Please return the lines of the data that contain "noncommutative".

╭─ GIVEN DATA

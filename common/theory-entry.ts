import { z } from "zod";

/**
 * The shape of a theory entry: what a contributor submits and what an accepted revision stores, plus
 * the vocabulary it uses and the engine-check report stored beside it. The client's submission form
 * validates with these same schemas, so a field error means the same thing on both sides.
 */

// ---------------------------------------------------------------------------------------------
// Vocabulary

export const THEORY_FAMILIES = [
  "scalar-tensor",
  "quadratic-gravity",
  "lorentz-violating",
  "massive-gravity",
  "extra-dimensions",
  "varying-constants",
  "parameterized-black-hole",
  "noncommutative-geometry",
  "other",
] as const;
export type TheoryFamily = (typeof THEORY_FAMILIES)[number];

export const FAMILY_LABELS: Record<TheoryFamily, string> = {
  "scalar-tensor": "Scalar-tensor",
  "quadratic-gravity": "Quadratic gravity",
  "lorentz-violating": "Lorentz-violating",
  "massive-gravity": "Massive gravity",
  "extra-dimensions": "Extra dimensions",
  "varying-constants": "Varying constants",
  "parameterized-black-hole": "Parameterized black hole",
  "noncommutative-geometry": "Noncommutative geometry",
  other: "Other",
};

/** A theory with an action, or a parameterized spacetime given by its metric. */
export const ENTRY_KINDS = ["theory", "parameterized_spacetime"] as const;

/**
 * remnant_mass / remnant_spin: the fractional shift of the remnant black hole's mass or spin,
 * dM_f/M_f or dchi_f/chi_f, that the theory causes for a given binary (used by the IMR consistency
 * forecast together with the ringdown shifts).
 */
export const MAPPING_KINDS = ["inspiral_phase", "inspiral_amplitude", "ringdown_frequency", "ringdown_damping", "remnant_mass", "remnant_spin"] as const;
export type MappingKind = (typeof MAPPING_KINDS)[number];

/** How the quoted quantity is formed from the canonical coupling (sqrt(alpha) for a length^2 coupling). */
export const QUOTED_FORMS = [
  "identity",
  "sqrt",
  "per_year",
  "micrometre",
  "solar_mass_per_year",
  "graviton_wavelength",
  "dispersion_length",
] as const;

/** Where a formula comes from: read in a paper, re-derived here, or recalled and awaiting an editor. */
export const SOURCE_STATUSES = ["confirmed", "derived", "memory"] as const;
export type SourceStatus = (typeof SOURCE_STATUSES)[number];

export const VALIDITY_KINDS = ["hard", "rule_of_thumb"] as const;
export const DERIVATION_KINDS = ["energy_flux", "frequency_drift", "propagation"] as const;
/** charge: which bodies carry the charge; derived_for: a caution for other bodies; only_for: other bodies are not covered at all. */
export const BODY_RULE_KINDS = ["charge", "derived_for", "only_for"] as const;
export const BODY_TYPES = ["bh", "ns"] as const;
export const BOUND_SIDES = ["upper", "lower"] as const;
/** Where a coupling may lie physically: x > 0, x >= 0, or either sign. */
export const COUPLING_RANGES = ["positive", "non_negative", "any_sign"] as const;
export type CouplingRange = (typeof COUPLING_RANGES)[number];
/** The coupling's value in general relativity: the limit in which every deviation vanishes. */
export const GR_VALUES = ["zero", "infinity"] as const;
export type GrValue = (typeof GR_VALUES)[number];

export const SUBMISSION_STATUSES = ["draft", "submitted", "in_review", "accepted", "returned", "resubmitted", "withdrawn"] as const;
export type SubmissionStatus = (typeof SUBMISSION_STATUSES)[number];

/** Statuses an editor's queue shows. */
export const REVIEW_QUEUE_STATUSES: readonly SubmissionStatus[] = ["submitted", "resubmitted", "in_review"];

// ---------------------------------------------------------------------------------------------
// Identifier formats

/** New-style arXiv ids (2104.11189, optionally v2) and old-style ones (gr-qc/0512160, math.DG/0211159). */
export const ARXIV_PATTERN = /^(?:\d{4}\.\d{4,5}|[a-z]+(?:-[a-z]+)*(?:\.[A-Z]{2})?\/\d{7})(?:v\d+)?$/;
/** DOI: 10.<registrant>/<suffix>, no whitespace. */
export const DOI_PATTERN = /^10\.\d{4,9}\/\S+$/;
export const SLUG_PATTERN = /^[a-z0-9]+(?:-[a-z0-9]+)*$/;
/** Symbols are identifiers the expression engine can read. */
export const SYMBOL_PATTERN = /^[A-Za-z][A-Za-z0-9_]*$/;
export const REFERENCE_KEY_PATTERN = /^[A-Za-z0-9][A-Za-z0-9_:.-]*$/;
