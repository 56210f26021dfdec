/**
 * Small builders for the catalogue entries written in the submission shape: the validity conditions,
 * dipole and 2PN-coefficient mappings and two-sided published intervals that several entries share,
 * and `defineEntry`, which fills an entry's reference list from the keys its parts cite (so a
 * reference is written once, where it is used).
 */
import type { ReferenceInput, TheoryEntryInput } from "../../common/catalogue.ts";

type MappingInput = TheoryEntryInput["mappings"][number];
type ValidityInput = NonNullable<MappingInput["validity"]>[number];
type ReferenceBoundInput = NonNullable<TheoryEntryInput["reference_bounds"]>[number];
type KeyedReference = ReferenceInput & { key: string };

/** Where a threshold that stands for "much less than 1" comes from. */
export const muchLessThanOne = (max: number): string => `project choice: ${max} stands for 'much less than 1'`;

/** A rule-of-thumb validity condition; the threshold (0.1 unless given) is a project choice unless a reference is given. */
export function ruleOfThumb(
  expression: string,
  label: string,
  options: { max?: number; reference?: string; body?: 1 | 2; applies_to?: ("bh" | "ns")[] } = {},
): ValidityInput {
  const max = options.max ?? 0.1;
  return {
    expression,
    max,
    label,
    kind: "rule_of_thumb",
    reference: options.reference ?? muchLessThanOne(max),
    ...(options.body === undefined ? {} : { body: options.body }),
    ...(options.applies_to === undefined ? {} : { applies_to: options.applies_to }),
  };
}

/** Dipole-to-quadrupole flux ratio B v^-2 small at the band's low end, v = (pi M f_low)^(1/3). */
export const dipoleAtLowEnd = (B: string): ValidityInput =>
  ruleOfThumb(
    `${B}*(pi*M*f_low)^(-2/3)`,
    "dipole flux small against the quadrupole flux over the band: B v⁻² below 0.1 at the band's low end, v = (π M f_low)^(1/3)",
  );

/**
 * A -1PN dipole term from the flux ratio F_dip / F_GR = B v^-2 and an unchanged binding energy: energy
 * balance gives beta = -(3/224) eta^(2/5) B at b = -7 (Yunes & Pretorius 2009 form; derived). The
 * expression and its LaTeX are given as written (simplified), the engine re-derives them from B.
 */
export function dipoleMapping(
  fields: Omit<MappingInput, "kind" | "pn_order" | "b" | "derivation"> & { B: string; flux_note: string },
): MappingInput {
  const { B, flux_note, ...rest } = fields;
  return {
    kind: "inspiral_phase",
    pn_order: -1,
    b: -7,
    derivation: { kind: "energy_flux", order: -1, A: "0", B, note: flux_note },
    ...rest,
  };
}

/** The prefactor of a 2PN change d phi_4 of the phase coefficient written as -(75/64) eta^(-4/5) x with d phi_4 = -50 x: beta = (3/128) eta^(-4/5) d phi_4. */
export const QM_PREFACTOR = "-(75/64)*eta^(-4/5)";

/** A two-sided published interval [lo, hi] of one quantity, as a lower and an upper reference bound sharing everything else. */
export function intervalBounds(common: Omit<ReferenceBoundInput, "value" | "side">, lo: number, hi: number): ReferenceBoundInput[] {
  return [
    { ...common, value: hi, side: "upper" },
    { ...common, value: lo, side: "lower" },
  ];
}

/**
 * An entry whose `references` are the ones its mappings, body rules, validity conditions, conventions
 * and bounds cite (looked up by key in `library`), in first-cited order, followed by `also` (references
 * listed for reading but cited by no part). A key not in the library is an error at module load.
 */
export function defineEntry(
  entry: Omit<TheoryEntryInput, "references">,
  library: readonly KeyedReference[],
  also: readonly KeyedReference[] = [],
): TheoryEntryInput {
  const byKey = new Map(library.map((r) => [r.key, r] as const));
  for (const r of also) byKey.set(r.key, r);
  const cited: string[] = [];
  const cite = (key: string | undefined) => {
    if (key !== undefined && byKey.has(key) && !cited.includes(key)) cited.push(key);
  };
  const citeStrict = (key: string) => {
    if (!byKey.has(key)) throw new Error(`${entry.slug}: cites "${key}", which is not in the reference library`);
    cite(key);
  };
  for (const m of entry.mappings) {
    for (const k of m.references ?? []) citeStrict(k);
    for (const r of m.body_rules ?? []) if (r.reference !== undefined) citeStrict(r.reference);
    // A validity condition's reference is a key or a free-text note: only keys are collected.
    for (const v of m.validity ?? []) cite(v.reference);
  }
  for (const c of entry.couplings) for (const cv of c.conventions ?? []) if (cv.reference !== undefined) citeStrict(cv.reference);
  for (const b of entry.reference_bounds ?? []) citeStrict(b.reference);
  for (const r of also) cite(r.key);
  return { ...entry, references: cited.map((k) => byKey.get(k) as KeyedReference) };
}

╰─

> _TASK ANSWER_:
  "noncommutative-geometry",
  "noncommutative-geometry": "Noncommutative geometry",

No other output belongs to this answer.